1.
y=3x-7
y=-x+1
A. One Solution***
B. Infinitely Many
C. No Solution
2.
x+3y=12
x=y-8
A. One Solution
B. Infinitely Many***
C. No Solution
3.
x+y=5
x+y=-2
A. One Solution
B. Infinitely Many***
C. No Solution
@Ms. Sue can you help?
#1,#2: the lines have different slopes, so they will intersect in one point
#3 The lines are parallel, so they will not intersect at all.
You should try graphing the lines to see what happens. If you don't have any graph paper, there are lots of online graphing sites.
Thank you
I guessed it was
1. One Solution
2. One Solution
3. No Solution
To solve the system of equations and determine the number of solutions, we can use the method of substitution or elimination.

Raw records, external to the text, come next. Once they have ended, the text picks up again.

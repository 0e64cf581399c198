using CourseSim.Engine;
using CourseSim.Tests.Settings;

namespace CourseSim.Tests.Engine;

/// <summary>
/// The forty-board demo (scenarios/korrin-bay-fleet40.toml) at its own seed, raced once per test run and shared, read
/// only, by the tests that need the whole race (its golden hash, the permutation check's reference, the fleet rules):
/// each full race of forty boards costs about a minute of CI's quarter hour.
/// </summary>
public static class Fleet40Demo
{
    public static string ScenarioPath => Path.Combine(RepoRoot.Path, "scenarios", "korrin-bay-fleet40.toml");

    /// <summary>The scenario file's own seed.</summary>
    public const ulong Seed = 11;

    static readonly Lazy<(Race Race, RaceResult Result)> _reference = new(() =>
    {
        var setup = ScenarioFile.LoadRace(ScenarioPath);
        Assert.Equal(Seed, setup.Race.Seed);
        var race = new Race(setup);
        return (race, race.Run());
    }, LazyThreadSafetyMode.ExecutionAndPublication);

    /// <summary>The race and its result (do not step or restore it).</summary>
    public static (Race Race, RaceResult Result) Reference => _reference.Value;
}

1. For the system of equations y = 3x - 7 and y = -x + 1:
We can solve this system by using the method of substitution. We substitute the expression for y from the second equation into the first equation:
3x - 7 = -x + 1.
Solving for x:
3x + x = 1 + 7,
4x = 8,
x = 2.
To find the value of y, we can substitute the value of x back into either one of the original equations. Let's use the second equation:
y = -x + 1,
y = -2 + 1,
y = -1.
Since we found unique values for both x and y, the system of equations has one solution. Therefore, the answer is A. One Solution.
2. For the system of equations x + 3y = 12 and x = y - 8:
We can solve this system using the method of substitution. We substitute the expression for x from the second equation into the first equation:
(y - 8) + 3y = 12.
Simplifying and solving for y:
4y - 8 = 12,
4y = 20,
y = 5.
To find the value of x, we substitute the value of y back into either one of the original equations. Let's use the second equation:
x = y - 8,
x = 5 - 8,
x = -3.
Since we found unique values for both x and y, the system of equations has one solution. Therefore, the answer is A. One Solution.
3. For the system of equations x + y = 5 and x + y = -2:
We can solve this system using the method of elimination. By subtracting the two equations, we eliminate the variable y:
(x + y) - (x + y) = 5 - (-2),
0 = 5 + 2,
0 = 7.
The equation 0 = 7 is not true, which means there is no solution that satisfies both equations simultaneously. Therefore, the answer is C. No Solution.